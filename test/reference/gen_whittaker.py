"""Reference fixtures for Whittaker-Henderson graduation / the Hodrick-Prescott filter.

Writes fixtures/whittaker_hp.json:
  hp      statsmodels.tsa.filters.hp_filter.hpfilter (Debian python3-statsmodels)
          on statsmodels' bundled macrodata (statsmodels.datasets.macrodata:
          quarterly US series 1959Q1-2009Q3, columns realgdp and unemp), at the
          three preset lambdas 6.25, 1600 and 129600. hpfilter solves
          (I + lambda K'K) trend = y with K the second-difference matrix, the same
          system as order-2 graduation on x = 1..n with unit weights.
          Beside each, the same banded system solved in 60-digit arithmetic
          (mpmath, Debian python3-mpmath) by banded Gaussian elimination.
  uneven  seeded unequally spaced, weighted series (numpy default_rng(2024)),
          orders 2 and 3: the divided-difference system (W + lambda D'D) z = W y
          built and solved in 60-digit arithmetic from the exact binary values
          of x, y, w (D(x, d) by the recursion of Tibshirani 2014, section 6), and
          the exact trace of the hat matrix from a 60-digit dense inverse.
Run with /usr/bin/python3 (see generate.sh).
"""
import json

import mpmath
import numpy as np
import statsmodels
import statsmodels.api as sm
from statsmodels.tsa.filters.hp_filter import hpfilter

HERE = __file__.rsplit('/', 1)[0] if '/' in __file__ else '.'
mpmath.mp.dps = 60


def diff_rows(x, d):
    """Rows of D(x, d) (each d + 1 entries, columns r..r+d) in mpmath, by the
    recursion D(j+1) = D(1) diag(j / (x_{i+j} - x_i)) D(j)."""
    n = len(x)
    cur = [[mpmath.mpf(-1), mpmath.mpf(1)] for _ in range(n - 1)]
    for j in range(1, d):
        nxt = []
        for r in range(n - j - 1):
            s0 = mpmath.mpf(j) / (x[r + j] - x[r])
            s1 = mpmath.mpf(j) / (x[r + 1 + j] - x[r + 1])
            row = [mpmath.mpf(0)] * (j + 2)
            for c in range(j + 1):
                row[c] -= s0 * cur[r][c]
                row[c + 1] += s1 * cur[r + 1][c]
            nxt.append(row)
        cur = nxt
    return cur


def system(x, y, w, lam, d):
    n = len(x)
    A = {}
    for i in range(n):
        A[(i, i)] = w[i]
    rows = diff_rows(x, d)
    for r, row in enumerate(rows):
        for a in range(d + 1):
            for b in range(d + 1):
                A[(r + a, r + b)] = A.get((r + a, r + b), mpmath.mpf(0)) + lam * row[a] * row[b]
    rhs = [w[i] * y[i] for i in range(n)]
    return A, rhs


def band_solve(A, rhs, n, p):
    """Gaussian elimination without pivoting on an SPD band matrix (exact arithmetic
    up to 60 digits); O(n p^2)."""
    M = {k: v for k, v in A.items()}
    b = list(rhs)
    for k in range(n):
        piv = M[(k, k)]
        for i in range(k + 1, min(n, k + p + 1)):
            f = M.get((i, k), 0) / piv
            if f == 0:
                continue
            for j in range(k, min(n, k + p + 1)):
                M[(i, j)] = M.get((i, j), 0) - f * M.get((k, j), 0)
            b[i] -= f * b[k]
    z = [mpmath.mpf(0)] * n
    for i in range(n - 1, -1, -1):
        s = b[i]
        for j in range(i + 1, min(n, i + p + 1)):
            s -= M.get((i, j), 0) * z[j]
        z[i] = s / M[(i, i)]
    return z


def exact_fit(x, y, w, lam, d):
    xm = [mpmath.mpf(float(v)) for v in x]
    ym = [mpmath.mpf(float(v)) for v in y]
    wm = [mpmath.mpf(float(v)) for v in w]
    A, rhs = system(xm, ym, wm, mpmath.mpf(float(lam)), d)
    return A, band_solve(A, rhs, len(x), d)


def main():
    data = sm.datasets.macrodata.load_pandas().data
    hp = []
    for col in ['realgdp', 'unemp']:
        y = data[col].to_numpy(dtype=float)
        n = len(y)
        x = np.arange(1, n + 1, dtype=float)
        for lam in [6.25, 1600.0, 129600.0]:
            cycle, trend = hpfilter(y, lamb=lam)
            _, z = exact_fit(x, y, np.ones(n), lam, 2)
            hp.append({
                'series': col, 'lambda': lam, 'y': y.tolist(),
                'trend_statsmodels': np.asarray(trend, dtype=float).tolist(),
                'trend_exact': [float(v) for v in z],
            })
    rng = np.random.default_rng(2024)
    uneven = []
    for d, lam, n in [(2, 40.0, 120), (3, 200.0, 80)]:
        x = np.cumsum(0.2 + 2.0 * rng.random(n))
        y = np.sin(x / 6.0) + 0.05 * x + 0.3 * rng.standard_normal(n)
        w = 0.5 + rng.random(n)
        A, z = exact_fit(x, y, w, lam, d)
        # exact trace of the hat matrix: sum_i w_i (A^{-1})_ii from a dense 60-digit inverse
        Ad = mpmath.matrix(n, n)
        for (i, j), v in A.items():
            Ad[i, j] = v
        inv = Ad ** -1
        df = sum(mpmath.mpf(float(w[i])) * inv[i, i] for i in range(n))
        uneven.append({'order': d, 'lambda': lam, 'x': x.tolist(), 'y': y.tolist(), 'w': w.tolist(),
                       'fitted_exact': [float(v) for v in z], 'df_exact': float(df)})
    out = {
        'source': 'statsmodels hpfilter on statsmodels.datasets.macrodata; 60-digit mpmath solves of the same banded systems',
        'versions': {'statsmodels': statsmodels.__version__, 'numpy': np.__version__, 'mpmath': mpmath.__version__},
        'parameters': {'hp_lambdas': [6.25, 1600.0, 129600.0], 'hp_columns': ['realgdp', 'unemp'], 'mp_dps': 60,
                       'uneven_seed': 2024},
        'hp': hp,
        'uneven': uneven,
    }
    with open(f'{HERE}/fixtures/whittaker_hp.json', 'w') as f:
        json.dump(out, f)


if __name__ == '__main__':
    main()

|---|

> Exercise details:
In the entries above, find the line with "A, rhs = system(xm, ym, wm, mpmath.mpf(float(lam)), d)" and the line with "cycle, trend = hpfilter(y, lamb=lam)", then restate word for word both of them and every line between, with nothing more.

> Output below:
    A, rhs = system(xm, ym, wm, mpmath.mpf(float(lam)), d)
    return A, band_solve(A, rhs, len(x), d)


def main():
    data = sm.datasets.macrodata.load_pandas().data
    hp = []
    for col in ['realgdp', 'unemp']:
        y = data[col].to_numpy(dtype=float)
        n = len(y)
        x = np.arange(1, n + 1, dtype=float)
        for lam in [6.25, 1600.0, 129600.0]:
            cycle, trend = hpfilter(y, lamb=lam)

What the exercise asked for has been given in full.